Assigned task
Up to and including the line with "1, 0.25, 0.25]);", please reproduce the lines below exactly, beginning with the first.

(Data items)

▼

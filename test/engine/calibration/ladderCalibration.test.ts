import { describe, expect, it } from 'vitest';
import {
  calibrateLadder,
  calibrateVariant,
  factorSubsets,
} from '../../../src/engine/calibration/ladderCalibration.ts';
import { chooseCalibrationSet } from '../../../src/engine/calibration/chooseCalibrationSet.ts';
import { calibrateFx } from '../../../src/engine/calibration/fxCalibration.ts';
import { makeCurve } from '../../../src/engine/market/index.ts';
import { bsHullWhite } from '../../../src/engine/models/index.ts';
import { gridVolAt } from '../../../src/engine/calibration/volGrid.ts';
import { FO_HESTON, HULL_HW, syntheticSnapshot } from './syntheticMarket.ts';
import { readFileSync } from 'node:fs';
import path from 'node:path';
import { analyseDeal, compileDeal } from '../../../src/engine/deal/index.ts';

const snap = syntheticSnapshot();

describe('calibration set', () => {
  it('takes the grid expiries bracketing each deal date and weighs strikes near the deal levels', () => {
    const set = chooseCalibrationSet(
      { dates: [1.5, 4], strikes: { EQD: [95] }, equities: ['EQD'], currencies: ['DOM'] },
      snap,
    );
    const rows = [...new Set(set.equities.EQD!.cells.map((c) => c.row))];
    // Grid expiries 0.25, 0.5, 1, 2, 3, 5: 1.5 lies in [1, 2], 4 in [3, 5].
    expect(rows.map((i) => snap.equities.EQD!.vols.expiries[i])).toEqual([1, 2, 3, 5]);
    const w = set.equities.EQD!.cells.filter((c) => c.row === rows[0]);
    // Strikes 70 … 130 by 10 at T = 1 (F ≈ 102.0): within [0.9·95, 1.1·F] = [85.5, 112.2] weigh 1, others 0.25.
    expect(w.map((c) => c.weight)).toEqual([0.25, 0.25, 1, 1, 1, 0.25, 0.25]);
    expect(set.equities.EQD!.bsTargets.every((t) => t.strike === 95)).toBe(true);
    expect(set.rates.DOM!.quoteIndices.map((i) => snap.rateVols!.DOM!.quotes[i]!.expiry)).toEqual([
      1, 2, 3, 5,
    ]);
    expect(set.weighting).toMatch(/weight 1/);
  });

  it('reads the dates, equities and currencies of a deal analysis (the deal layer’s)', () => {
    // Structural check on an invented sample deal (input only): a 5-year ALDR/DOM payoff with one final date.
    const deal = JSON.parse(
      readFileSync(path.resolve(__dirname, '../../../samples/deals/equity-rate-best-of.json'), 'utf8'),
    );
    const analysis = analyseDeal(compileDeal(deal));
    const market = {
      ...snap,
      equities: { ALDR: { ...snap.equities.EQD!, spot: 4200 } },
      rateVols: snap.rateVols,
    };
    const set = chooseCalibrationSet(analysis, market);
    const rows = [...new Set(set.equities.ALDR!.cells.map((c) => c.row))].map(
      (i) => market.equities.ALDR.vols.expiries[i],
    );
    // Last date ≈ 5.005y: the grid expiries bracketing it are 5 (below); none above, so the last one — and at least two.
    expect(rows).toContain(5);
    expect(rows.length).toBeGreaterThanOrEqual(2);
    expect(set.equities.ALDR!.cells.every((c) => c.weight === 1)).toBe(true);
    expect(Object.keys(set.rates)).toEqual(['DOM']);
  });

  it('applies a user override', () => {
    const set = chooseCalibrationSet({ dates: [2], equities: ['EQD'] }, snap, {
      rates: { DOM: { quoteIndices: [0, 5], reason: 'user' } },
    });
    expect(set.rates.DOM).toEqual({ quoteIndices: [0, 5], reason: 'user' });
  });
});

describe('ladder calibration', () => {
  const L = calibrateLadder(snap, {
    equities: ['EQD', 'EQF'],
    factors: { stochVol: true, domRate: true, forRate: true },
  });

  it('builds every subset of the candidate factors, base first', () => {
    expect(factorSubsets({ stochVol: true, domRate: true, forRate: false }).length).toBe(4);
    expect(L.variants.map((v) => v.id)).toEqual([
      'bs',
      'heston',
      'bs+hw:dom',
      'heston+hw:dom',
      'bs+hw:for',
      'heston+hw:for',
      'bs+hw:dom+hw:for',
      'heston+hw:dom+hw:for',
    ]);
  });

  it('labels the characteristic function of each variant: exact, or approximate for Heston under rates', () => {
    const cf = Object.fromEntries(L.variants.map((v) => [v.id, v.cost.characteristicFunction]));
    expect(cf).toMatchObject({
      bs: 'exact',
      heston: 'exact',
      'bs+hw:dom': 'exact',
      'heston+hw:dom': 'approximate',
      'heston+hw:dom+hw:for': 'approximate',
    });
    for (const v of L.variants) expect(v.cost.seconds).toBeGreaterThanOrEqual(0);
  });

  it('fits Hull–White per currency and recovers the generating parameters', () => {
    expect(Math.abs(L.hullWhite.DOM!.params.a - HULL_HW.a)).toBeLessThan(1e-5);
    expect(Math.abs((L.hullWhite.ASH!.params.sigma as number) - 0.007)).toBeLessThan(1e-7);
  });

  it('gives the deterministic-rate Heston variant the generating parameters back', () => {
    const h = L.variants.find((v) => v.id === 'heston')!.equities.find((e) => e.name === 'EQD')!.dynamics;
    expect(h.kind).toBe('heston');
    if (h.kind === 'heston') {
      expect(Math.abs(h.rho - FO_HESTON.rho)).toBeLessThan(5e-3);
      expect(Math.abs(h.v0 / FO_HESTON.v0 - 1)).toBeLessThan(2e-3);
    }
  });

  it('refits Black–Scholes under stochastic rates so each target vanilla still matches (closed-form check)', () => {
    const v = L.variants.find((x) => x.id === 'bs+hw:dom')!;
    const e = v.equities.find((x) => x.name === 'EQD')!;
    expect(e.dynamics.kind).toBe('bs');
    const curve = makeCurve(snap.curves.DOM!);
    const eq = snap.equities.EQD!;
    if (e.dynamics.kind === 'bs')
      for (const T of eq.vols.expiries) {
        const F = (100 * Math.exp(-0.01 * T)) / curve.df(T);
        const r = bsHullWhite({
          type: 'call',
          S: 100,
          K: F,
          T,
          q: 0.01,
          curve,
          vol: e.dynamics,
          hw: v.hullWhite.DOM!,
          rho: 0.2,
        });
        expect(Math.abs(r.effectiveVol - gridVolAt(eq, curve, T, F)), `T=${T}`).toBeLessThan(1e-10);
      }
    // The foreign equity keeps deterministic ASH rates in this variant.
    expect(v.reports.EQF!.model).toBe('bs');
  });

  it('calibrates one variant on its own to the same result', () => {
    const one = calibrateVariant(
      snap,
      { equities: ['EQD', 'EQF'], factors: { stochVol: true, domRate: true, forRate: true } },
      { stochVol: true, domRate: true, forRate: false },
    );
    const ladder = L.variants.find((v) => v.id === 'heston+hw:dom')!;
    expect(one.equities).toEqual(ladder.equities);
    expect(one.ok).toBe(ladder.ok);
  });

  it('carries the FX pair of the foreign equity with its quanto correlation', () => {
    expect(L.fx['ASH/DOM']!.spec.vol).toBe(0.1);
    expect(L.fx['ASH/DOM']!.quanto.EQF!.rho).toBe(-0.2);
  });

  it('builds the local-vol diagnostic on request and refuses a Monte Carlo refit without its settings', () => {
    const lv = calibrateLadder(snap, {
      equities: ['EQD'],
      factors: { stochVol: false, domRate: false, forRate: false },
      localVol: true,
    });
    expect(lv.localVol.EQD!.dynamics.kind).toBe('localvol');
    expect(lv.localVol.EQD!.flooredCells).toBe(0);
    expect(() =>
      calibrateLadder(snap, {
        equities: ['EQD'],
        factors: { stochVol: true, domRate: true, forRate: false },
        refit: 'monte-carlo',
      }),
    ).toThrow(/must give paths and seed/);
  });

  it('asks for rate vols when a currency with a stochastic rate has none', () => {
    const s2 = { ...snap, rateVols: { DOM: snap.rateVols!.DOM! } };
    expect(() =>
      calibrateLadder(s2, { equities: ['EQF'], factors: { stochVol: false, domRate: false, forRate: true } }),
    ).toThrow(/rateVols\.ASH must give caplet or swaption vols/);
  });

  it('reads FX from the quote and reports the quanto correlation with its plausible range', () => {
    const fx = calibrateFx(snap, 'ASH/DOM', ['EQF']);
    expect(fx.spec).toEqual({ name: 'ASH/DOM', foreign: 'ASH', spot: 2, vol: 0.1 });
    expect(fx.quanto.EQF).toEqual({ rho: -0.2, range: [-0.5, 0.3] });
  });
});
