// read reads one item, unless a problem was already found in an earlier
// row.
func (w *pqWorker) read(ctx context.Context, it *pqItem) *pqError {
	r := w.run
	if int64(it.start) >= r.stopRow.Load() {
		return nil
	}
	if it.leaf.direct {
		return w.readDirect(ctx, it)
	}
	// Sinks over windows of the columns: a Numeric or Ordinal column's
	// values for rows start to end (filled by appending within capacity),
	// or the Label column itself.
	sinks := make([]*sink, len(it.leaf.cols))
	windows := make([]Column, len(it.leaf.cols))
	for j, k := range it.leaf.cols {
		col := &r.t.Columns[k]
		if col.Kind == Label {
			sinks[j] = newSink(col, r.spec.Columns[k], nil)
			continue
		}
		windows[j] = Column{Name: col.Name, Kind: col.Kind, Values: col.Values[it.start:it.start:it.end]}
		sinks[j] = newSink(&windows[j], r.spec.Columns[k], nil)
	}
	var rgs []int
	if it.rg >= 0 {
		rgs = []int{it.rg}
	}
	rr, err := w.fr.GetRecordReader(ctx, []int{it.leaf.col}, rgs)
	if err != nil {
		return r.failed(it.start+1, len(r.spec.Columns), fmt.Errorf("read dataset %q: %w", r.spec.Path, err))
	}
	defer rr.Release()
	rows := it.start
	for rr.Next() {
		if ctx.Err() != nil || int64(rows) >= r.stopRow.Load() {
			return nil
		}
		rec := rr.RecordBatch()
		var first *pqError
		for j, s := range sinks {
			if i, p, v := appendArrow(s, rec.Column(0)); p != nil {
				k := it.leaf.cols[j]
				row := rows + i + 1
				if first == nil || row < first.row || (row == first.row && k < first.order) {
					first = &pqError{row: row, order: k, err: &CellError{Path: r.spec.Path, Row: row, Column: r.spec.Columns[k].Name, Value: v, Reason: p.reason, Hint: p.hint}}
				}
			}
		}
		if first != nil {
			return r.failed(first.row, first.order, first.err)
		}
		rows += int(rec.NumRows())
	}
	// Older Arrow releases reported a normal end as io.EOF.
	if err := rr.Err(); err != nil && !errors.Is(err, io.EOF) {
		return r.failed(rows+1, len(r.spec.Columns), fmt.Errorf("read dataset %q: after row %d: %w", r.spec.Path, rows, err))
	}
	if ctx.Err() != nil {
		return nil
	}
	for j, k := range it.leaf.cols {
		got := len(windows[j].Values)
		if r.t.Columns[k].Kind == Label {
			got = len(r.t.Columns[k].Labels)
		}
		if got != it.end-it.start {
			return r.failed(it.start+1, len(r.spec.Columns), fmt.Errorf("read dataset %q: read %d rows but the file declares %d", r.spec.Path, rows-it.start, it.end-it.start))
		}
	}
	return nil
}

// readDirect decodes a flat float64 or float32 leaf of one row group into
// its column (a float leaf feeds exactly one column: it can be read only
// as Numeric), nulls as NaN.
func (w *pqWorker) readDirect(ctx context.Context, it *pqItem) *pqError {
	r := w.run
	k := it.leaf.cols[0]
	dst := r.t.Columns[k].Values[it.start:it.end]
	fail := func(row int, err error) *pqError {
		return r.failed(row+1, len(r.spec.Columns), fmt.Errorf("read dataset %q: after row %d: %w", r.spec.Path, row, err))
	}
	cr, err := w.pf.RowGroup(it.rg).Column(it.leaf.col)
	if err != nil {
		return fail(it.start, err)
	}
	maxDef := it.leaf.maxDef
	if maxDef > 0 && len(w.defs) < batchRows {
		w.defs = make([]int16, batchRows)
	}
	for done := 0; done < len(dst); {
		if ctx.Err() != nil {
			return nil
		}
		n := min(len(dst)-done, batchRows)
		out := dst[done : done+n]
		var defs []int16
		if maxDef > 0 {
			defs = w.defs[:n]
		}
		var total int64
		var vals int
		switch c := cr.(type) {
		case *file.Float64ColumnChunkReader:
			total, vals, err = c.ReadBatch(int64(n), out, defs, nil)
		case *file.Float32ColumnChunkReader:
			if len(w.f32) < n {
				w.f32 = make([]float32, batchRows)
			}
			total, vals, err = c.ReadBatch(int64(n), w.f32[:n], defs, nil)
			for i, v := range w.f32[:vals] {
				out[i] = float64(v)
			}
		default:
			panic(fmt.Sprintf("dataset: unexpected column reader %T for a float leaf", cr))
		}
		if err == nil && total == 0 {
			err = fmt.Errorf("the row group ends %d rows early", len(dst)-done)
		}
		if err != nil {
			return fail(it.start+done, err)
		}
		if vals < int(total) { // spread the values over the non-null rows, from the end
			j := vals - 1
			for i := int(total) - 1; i >= 0; i-- {
				if defs[i] == maxDef {
					out[i] = out[j]
					j--
				} else {
					out[i] = nan
				}
			}
		}
		done += int(total)
	}
	if cr.HasNext() {
		return fail(it.end, errors.New("the row group holds more rows than it declares"))
	}
	return nil
}

// appendArrow appends an Arrow array's values to a sink. On a value that
// cannot be read it stops and returns the value's index, the problem and the
// value as text.
func appendArrow(s *sink, arr arrow.Array) (int, *cellProblem, string) {
	switch a := arr.(type) {
	case *array.Float64:
		appendFloats(s, a, a.Float64Values())
	case *array.Float32:
		appendFloats(s, a, a.Float32Values())
	case *array.Int8:
		return appendInts(s, a, a.Int8Values())
	case *array.Int16:
		return appendInts(s, a, a.Int16Values())
	case *array.Int32:
		return appendInts(s, a, a.Int32Values())
	case *array.Int64:
		return appendInts(s, a, a.Int64Values())
	case *array.Uint8:
		return appendInts(s, a, a.Uint8Values())
	case *array.Uint16:
		return appendInts(s, a, a.Uint16Values())
	case *array.Uint32:
		return appendInts(s, a, a.Uint32Values())
	case *array.Uint64:
		return appendInts(s, a, a.Uint64Values())
	case *array.Decimal32:
		appendDecimals(s, a, a.Values(), a.DataType())
	case *array.Decimal64:
		appendDecimals(s, a, a.Values(), a.DataType())
	case *array.Decimal128:
		appendDecimals(s, a, a.Values(), a.DataType())
	case *array.Decimal256:
		appendDecimals(s, a, a.Values(), a.DataType())
	case *array.String:
		return appendText(s, a, a.Value)
	case *array.LargeString:
		return appendText(s, a, a.Value)
	case *array.Dictionary:
		dict, ok := a.Dictionary().(interface{ Value(int) string })
		if !ok {
			panic(fmt.Sprintf("dataset: dictionary of %s passed the type check", a.Dictionary().DataType()))
		}
		return appendText(s, a, func(i int) string { return dict.Value(a.GetValueIndex(i)) })
	default:
		// checkParquetType admits only the types above.
		panic(fmt.Sprintf("dataset: unexpected Arrow type %s", arr.DataType()))
	}
	return 0, nil, ""
}

func appendFloats[T float32 | float64](s *sink, a arrow.Array, vals []T) {
	c := s.col
	nulls := a.NullN() > 0
	for i, v := range vals {
		if nulls && a.IsNull(i) {
			c.Values = append(c.Values, nan)
			continue
		}
		c.Values = append(c.Values, float64(v)) // NaN stays NaN: missing
	}
}

func appendInts[T int8 | int16 | int32 | int64 | uint8 | uint16 | uint32 | uint64](s *sink, a arrow.Array, vals []T) (int, *cellProblem, string) {
	c := s.col
	nulls := a.NullN() > 0
	if c.Kind == Numeric {
		for i, v := range vals {
			if nulls && a.IsNull(i) {
				c.Values = append(c.Values, nan)
				continue
			}
			c.Values = append(c.Values, float64(v))
		}
		return 0, nil, ""
	}
	// Ordinal or Label: match the decimal text.
	var buf []byte
	for i, v := range vals {
		if nulls && a.IsNull(i) {
			s.addMissing()
			continue
		}
		if v < 0 {
			buf = strconv.AppendInt(buf[:0], int64(v), 10)
		} else {
			buf = strconv.AppendUint(buf[:0], uint64(v), 10)
		}
		if p := s.add(string(buf)); p != nil {
			return i, p, string(buf)
		}
	}
	return 0, nil, ""
}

▲

Response for this exercise
filename test/engine/calibration/ladderCalibration.test.ts
import { describe, expect, it } from 'vitest';
import {
  calibrateLadder,
  calibrateVariant,
  factorSubsets,
} from '../../../src/engine/calibration/ladderCalibration.ts';
import { chooseCalibrationSet } from '../../../src/engine/calibration/chooseCalibrationSet.ts';
import { calibrateFx } from '../../../src/engine/calibration/fxCalibration.ts';
import { makeCurve } from '../../../src/engine/market/index.ts';
import { bsHullWhite } from '../../../src/engine/models/index.ts';
import { gridVolAt } from '../../../src/engine/calibration/volGrid.ts';
import { FO_HESTON, HULL_HW, syntheticSnapshot } from './syntheticMarket.ts';
import { readFileSync } from 'node:fs';
import path from 'node:path';
import { analyseDeal, compileDeal } from '../../../src/engine/deal/index.ts';

const snap = syntheticSnapshot();

describe('calibration set', () => {
  it('takes the grid expiries bracketing each deal date and weighs strikes near the deal levels', () => {
    const set = chooseCalibrationSet(
      { dates: [1.5, 4], strikes: { EQD: [95] }, equities: ['EQD'], currencies: ['DOM'] },
      snap,
    );
    const rows = [...new Set(set.equities.EQD!.cells.map((c) => c.row))];
    // Grid expiries 0.25, 0.5, 1, 2, 3, 5: 1.5 lies in [1, 2], 4 in [3, 5].
    expect(rows.map((i) => snap.equities.EQD!.vols.expiries[i])).toEqual([1, 2, 3, 5]);
    const w = set.equities.EQD!.cells.filter((c) => c.row === rows[0]);
    // Strikes 70 … 130 by 10 at T = 1 (F ≈ 102.0): within [0.9·95, 1.1·F] = [85.5, 112.2] weigh 1, others 0.25.
    expect(w.map((c) => c.weight)).toEqual([0.25, 0.25, 1, 1, 1, 0.25, 0.25]);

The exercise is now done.